Chinese research is particularly important in high technology areas, and its collaborators "clearly benefit from that", Adams said.
China is increasingly collaborative with more countries, a case in point is the United States, he said. In fields such as nanosciences and telecommunications, papers co-authored by US and Chinese researchers are more numerous than US domestic papers, he said.
Caroline Wagner, a professor at John Glenn College of Public Affairs at Ohio State University, conducted a study and found China had surpassed the EU in around 2015 and the US in 2019 in producing the top 1 percent of most highly cited articles.
"These are the works that get the greatest attention from other scientific researchers. It means China is at the forefront in terms of capacity to do world-class research."
Collaborative work between China and the US is extremely well cited at the top levels, she said. However, the number of China's collaborations with the US has dropped in recent years.
"We saw the shift down around 2018; at the same time, though, China-EU collaboration continued fairly strongly."
Result of politics
Decreased collaboration could be the result of politics, she said, citing the now-defunct China Initiative program that was established in 2018.
Her findings coincide with the research of Margaret Roberts, a professor of political science at the University of California, San Diego, who co-authored a National Bureau of Economic Research Working Paper titled "The Impact of US-China Tensions on US Science".
The paper presents how US investigations have affected productivity in life sciences by comparing the publications of scholars who had previously worked with China and those who had engaged in other international collaborations.
After the China Initiative was established there was a decrease in productivity, and the trend has continued, the paper found.
In response to calls for scrutiny of Chinese collaboration over national security or human rights issues, Roberts said, research collaboration between the US and China is "incredibly productive", and most of the joint work is in areas of science and focused on challenges that humanity faces.

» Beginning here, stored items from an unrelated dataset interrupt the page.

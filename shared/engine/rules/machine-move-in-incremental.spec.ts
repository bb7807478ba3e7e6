import { test } from 'vitest';
import { checkRule } from '../testing/check-rule';
import { machineMoveInIncremental } from './machine-move-in-incremental';

test('flags G53 under G91 where it is refused, and where it is ignored', () => {
  checkRule(
    machineMoveInIncremental,
    { controller: { switches: { incrementalMachineMove: 'ignored' } } },
    `
G21 G91
G53 G0 Z0
^^^ machine-move-in-incremental: G53 stands under G91, which this controller ignores, so the move is relative.
M30
`,
  );
});

test('allows it where the controller obeys it, and under G90 everywhere', () => {
  checkRule(
    machineMoveInIncremental,
    {},
    `
G21 G91
G53 G0 Z0
G90 G53 G0 Z0
M30
`,
  );
});
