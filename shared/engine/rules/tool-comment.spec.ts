import { expect, test } from 'vitest';
import { readToolComment } from './tool-comment';

/** [comment, tool, diameter, unit, kind, tapered] */
type Row = readonly [
  string,
  number | undefined,
  number | undefined,
  'mm' | 'inch' | undefined,
  string | undefined,
  boolean,
];

test.each<Row>([
  // The tool list posts write in the head of a program.
  ['T3  D=3.175 CR=0. - ZMIN=-6. - FLAT END MILL', 3, 3.175, undefined, 'end', false],
  ['T6 D=0.25 CR=0. TAPER=118DEG - ZMIN=-0.03 - DRILL', 6, 0.25, undefined, 'drill', false],
  ['T8 D=6.35 CR=3.175 - ZMIN=-5 - ball end mill', 8, 6.35, undefined, 'ball', false],
  ['T1 D=2. CR=0. - ZMIN=-0.02 - face mill', 1, 2, undefined, 'face', false],
  [
    'T2 D=0.842 CR=0. TAPER=45DEG - ZMIN=-0.07 - CHAMFER MILL',
    2,
    0.842,
    undefined,
    undefined,
    true,
  ],
  ['T4 D=12. TAPER=30deg - ZMIN=-3 - engraver', 4, 12, undefined, 'v', true],
  [
    'T2 D=0.1875 CR=0. TAPER=118deg - ZMIN=-0.2 - center drill',
    2,
    0.1875,
    undefined,
    undefined,
    false,
  ],
  ['T5 D=6 - right hand tap', 5, 6, undefined, undefined, false],
  // What people write.
  ['T7 - 6mm upcut spiral: square pocket', 7, 6, 'mm', 'end', false],
  ['TOOL 1: 1/4" END MILL', 1, 0.25, 'inch', 'end', false],
  ['Tool No. 12 - 12.7 mm compression', 12, 12.7, 'mm', 'end', false],
  ['T1 1-1/2 in surfacing', 1, 1.5, 'inch', 'face', false],
  ['T3 - 3mm V-bit: grooves', 3, 3, 'mm', 'v', true],
  ['T02 DIA 6,35 MM SLOT DRILL', 2, 6.35, 'mm', 'end', false],
  ['TOOL - 1 DIA. OFF. - 1 LEN. - 1 DIA. - .25', 1, 0.25, undefined, undefined, false],
  ['6mm endmill', undefined, 6, 'mm', 'end', false],
])('reads %j', (comment, tool, diameter, unit, kind, isTapered) => {
  expect(readToolComment(comment)).toEqual({ tool, diameter, unit, kind, isTapered });
});

test.each([
  'DRILL ALL HOLES',
  'CHANGE TOOL',
  '2D POCKET1',
  'MILLING TIME = HH:MM',
  'STOCK: ~600mm x 120mm, ~20mm thick',
  '10mm deep pocket',
  '6MM SHANK',
  'Tools table:',
  '18 mm birch plywood',
])('takes nothing from %j', (comment) => {
  expect(readToolComment(comment)).toBeUndefined();
});

test.each([
  // A change commented out, offset numbers, and lengths that are not diameters.
  'T1 M6',
  'T1 D=1 H=1',
  'T1 6MM SHANK V-BIT',
  'T4 18mm deep',
  'T5 2X 90',
])('takes a number but no size from %j', (comment) => {
  expect(readToolComment(comment)?.diameter).toBeUndefined();
});
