import type { FindingData } from '../report/report';
import type { Shop } from '../shop/shop';
import type { Tool } from '../shop/setup';
import { figure, text, toolWords } from './finding-data';
import { defineRule } from './rule';
import { classesAgree, classOfKind } from './tool-comment';
import { meaningsInMm, watchToolComments, type PlacedToolComment } from './watch-tool-comments';

/** A comment says one thing of a tool, the tool list another. */
export const toolCommentDisagrees = defineRule({
  id: 'tool-comment-disagrees',
  group: 'tools',
  title: 'A comment and the tool list disagree about a tool',
  severity: 'hold',
  hold: 'judge',
  protects: 'The part from another cutter than the one it was programmed for.',
  explanation:
    'Posts write a tool list into the head of a program, and people write a remark into the block of the change. The diameter (more than 0.05 mm apart), the kind of cutter and the number are held against the tool list. Tapered and pointed cutters have several diameters and are left out, as is every remark that can be read in two ways. Which of the two is true, the check cannot say.',
  examples: {
    bad: '(T2  D=6.35 CR=0. - ZMIN=-5 - FLAT END MILL)\nG21 G90 G54\nT2 M6\nG0 X0\nM30',
    good: '(T2  D=6. CR=0. - ZMIN=-5 - FLAT END MILL)\nG21 G90 G54\nT2 M6\nG0 X0\nM30',
  },
  word: (data, lengths) => ({
    message: describe(data, lengths.length),
    advice: 'Find out which of the two is true, and correct the tool list or the program.',
  }),
  observe: (shop, report) =>
    watchToolComments((comment, state) => {
      for (const { tool, what, data } of disagreements(shop, comment)) {
        const all = { what, tool, ...data };
        report.found({ cause: `T${tool} ${what}`, at: comment.place, tool, data: all }, state);
      }
    }),
});

/** Diameters agree within this (mm): rules.md. Two shanks that are mistaken for each other differ by 0.06 and more. */
const SAME_DIAMETER = 0.05;
const ROUNDING = 1e-9;

interface Disagreement {
  readonly tool: number;
  readonly what: string;
  readonly data: FindingData;
}

function* disagreements(shop: Shop, comment: PlacedToolComment): Generator<Disagreement> {
  const { about, called, kind } = comment;
  if (called !== undefined && comment.tool !== undefined && called !== comment.tool) {
    yield { what: 'number', tool: called, data: { written: comment.tool } };
    return;
  }
  const tool = shop.toolByNumber.get(about);
  if (!tool) return;
  const listed = classOfKind(tool.kind);
  const isPointed = comment.isTapered || listed === 'v';
  if (!isPointed && comment.diameter !== undefined && !sameDiameter(tool, comment)) {
    const mm = meaningsInMm(comment)[0]!;
    const data = { name: tool.name, written: mm, listed: tool.diameter };
    yield { what: 'diameter', tool: about, data };
  }
  if (kind && listed && !classesAgree(kind, listed)) {
    const data = { name: tool.name, written: kind, listed: tool.kind };
    yield { what: 'kind', tool: about, data };
  }
}

/**
 * Without a unit of its own the size may also fit in the other unit: that is a fault of the units, and
 * said there. A cutter may be described by what it was ground to.
 */
function sameDiameter(tool: Tool, comment: PlacedToolComment): boolean {
  const { diameter = NaN, unit } = comment;
  const meanings = unit ? meaningsInMm(comment) : [diameter, diameter * MM_PER_INCH];
  return meanings.some((mm) =>
    [tool.diameter, tool.asGround ?? tool.diameter].some(
      (own) => Math.abs(mm - own) <= SAME_DIAMETER + ROUNDING,
    ),
  );
}
const MM_PER_INCH = 25.4;

function describe(data: Parameters<typeof text>[0], length: (mm: number) => string): string {
  switch (text(data, 'what')) {
    case 'number':
      return `The comment in this block speaks of T${figure(data, 'written')}, but the block calls T${figure(data, 'tool')}.`;
    case 'kind':
      return `The comment calls ${toolWords(data)} ${kindWords(text(data, 'written'))}, but the tool list says ${text(data, 'listed')}.`;
    default:
      return `The comment gives ${toolWords(data)} a diameter of ${length(figure(data, 'written'))}, but the tool list says ${length(figure(data, 'listed'))}.`;
  }
}

function kindWords(kind: string): string {
  const words: Readonly<Record<string, string>> = {
    end: 'an end mill',
    ball: 'a ball cutter',
    drill: 'a drill',
    v: 'a V cutter',
    face: 'a surfacing cutter',
    saw: 'a saw',
    probe: 'a probe',
    knife: 'a knife',
  };
  return words[kind] ?? kind;
}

However, those highly publicized investigations of Chinese researchers have caused "a big chilling effect", she said, and "there's this perception that any type of collaboration is bad".

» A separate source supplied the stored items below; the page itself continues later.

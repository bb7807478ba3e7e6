import { figure } from './finding-data';
import type { Place } from '../interpreter/events';
import { defineRule } from './rule';

/** M6 before its T: the tool chosen before is fetched. */
export const numberOrder = defineRule({
  id: 'number-order',
  group: 'tools',
  title: 'The tool number comes after its change',
  severity: 'stop',
  protects: 'The work from the tool chosen before the one that is meant.',
  explanation:
    'M6 with no new choice since the last change, and a T in the very next block: the change fetches the choice before. T and M6 in one block are ordinary in either order, because the words of a block have none (NISTIR 6556, 3.2.6); only for a macro-style controller, some of which act on M6 as they read it, is M6 in front noted, once. A T right behind an M6 that has fetched its own choice is made ahead for the next change and silent.',
  examples: {
    bad: 'G21 G90 G54\nT1 M6\nG0 X0\nM6\nT2\nM30',
    good: 'G21 G90 G54\nM6 T1\nT2\nG0 X0\nM6\nT3\nM30',
  },
  word: (data) => ({
    message:
      data['sameBlock'] === true
        ? `M6 stands in front of T${figure(data, 'tool')} in its block, and some macro-style controllers then change to the tool chosen before.`
        : `M6 stands before its tool number T${figure(data, 'tool')}, so it changes to the tool chosen before.`,
    advice: 'Write the T word before M6.',
  }),
  observe: (_shop, report) => {
    let isChosen = false;
    /** A change that fetched nothing new, and how many blocks ago. */
    let bareChange: Place | undefined;
    let blocksSince = 0;
    let isNoted = false;
    return {
      problem({ problem, place, facts }, state) {
        if (problem !== 'number-order' || isNoted) return;
        isNoted = true;
        const tool = typeof facts['tool'] === 'number' ? facts['tool'] : null;
        const data = { tool, sameBlock: true };
        report.found({ cause: 'same-block', at: place, severity: 'note', data }, state);
      },
      toolSelected({ number }, state) {
        isChosen = true;
        if (!bareChange || blocksSince !== 1 || number === state.held.number) return;
        report.found({ cause: '', at: bareChange, tool: number, data: { tool: number } }, state);
      },
      toolChanging({ place, selectedHere }) {
        bareChange = isChosen || selectedHere ? undefined : place;
        blocksSince = 0;
        isChosen = false;
      },
      quiet(quiet) {
        if (bareChange && blocksSince <= 1) quiet.close();
      },
      block() {
        blocksSince += 1;
      },
    };
  },
});
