import type { Block } from '../blocks/block';
import type { DeclaredCode, Setup } from '../shop/setup';
import type { Shop } from '../shop/shop';
import type { Broadcaster } from './broadcaster';
import type { Problem, Words } from './events';
import type { Machine } from './machine';
import type { Motion } from './events';
import type { Circle } from './arcs';
import type { Target } from './motions';
import type { WorkOffsets } from './work-offsets';
import type { CycleMemory } from './cycles';

/** What every part of the interpreter works on: one walk of one program over one machine. */
export interface Run {
  readonly shop: Shop;
  readonly controller: Setup['controller'];
  readonly block: Block;
  readonly machine: Machine;
  readonly tell: Broadcaster;
  readonly offsets: WorkOffsets;
  readonly cycle: CycleMemory;
  readonly motion: Motion;
  /** Scratch, so that motion allocates nothing. */
  readonly target: Target;
  readonly circle: Circle;
  readonly declared: ReadonlyMap<string, readonly DeclaredCode[]>;
  /** Offsets whose missing value has been told once. */
  readonly toldUnset: Set<string>;
  /** The end code met, or '' while the program runs. */
  endedBy: '' | 'M2' | 'M30' | 'M99' | '%';
  /** Whether the block has been refused part-way, so that nothing more of it is carried out. */
  refused: boolean;
}

export function tellProblem(
  run: Run,
  problem: Problem,
  words: Words | undefined,
  facts: Readonly<Record<string, string | number | boolean | null>>,
): void {
  run.tell.problem({ problem, place: run.machine.place(words), facts });
}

"I hope that there could be a lot more clarity (in US government guidance) because I think the lack of clarity around this leads to this chilling effect, and it's more likely to create implicit bias."
To help restore collaboration, Adams said, policymakers should "work out communications" with China.
"At the moment we are not positioning ourselves in a way that optimizes our communication with China because we don't know enough about what they're doing, and that is not because they are hiding. It is because we simply aren't able to ask the right questions.
"What we have to do is to address how we are going to make the best use of that relationship and the benefits it provides, rather than focusing solely on how we control and limit the information flow in the relationship, which is a very negative position to start from."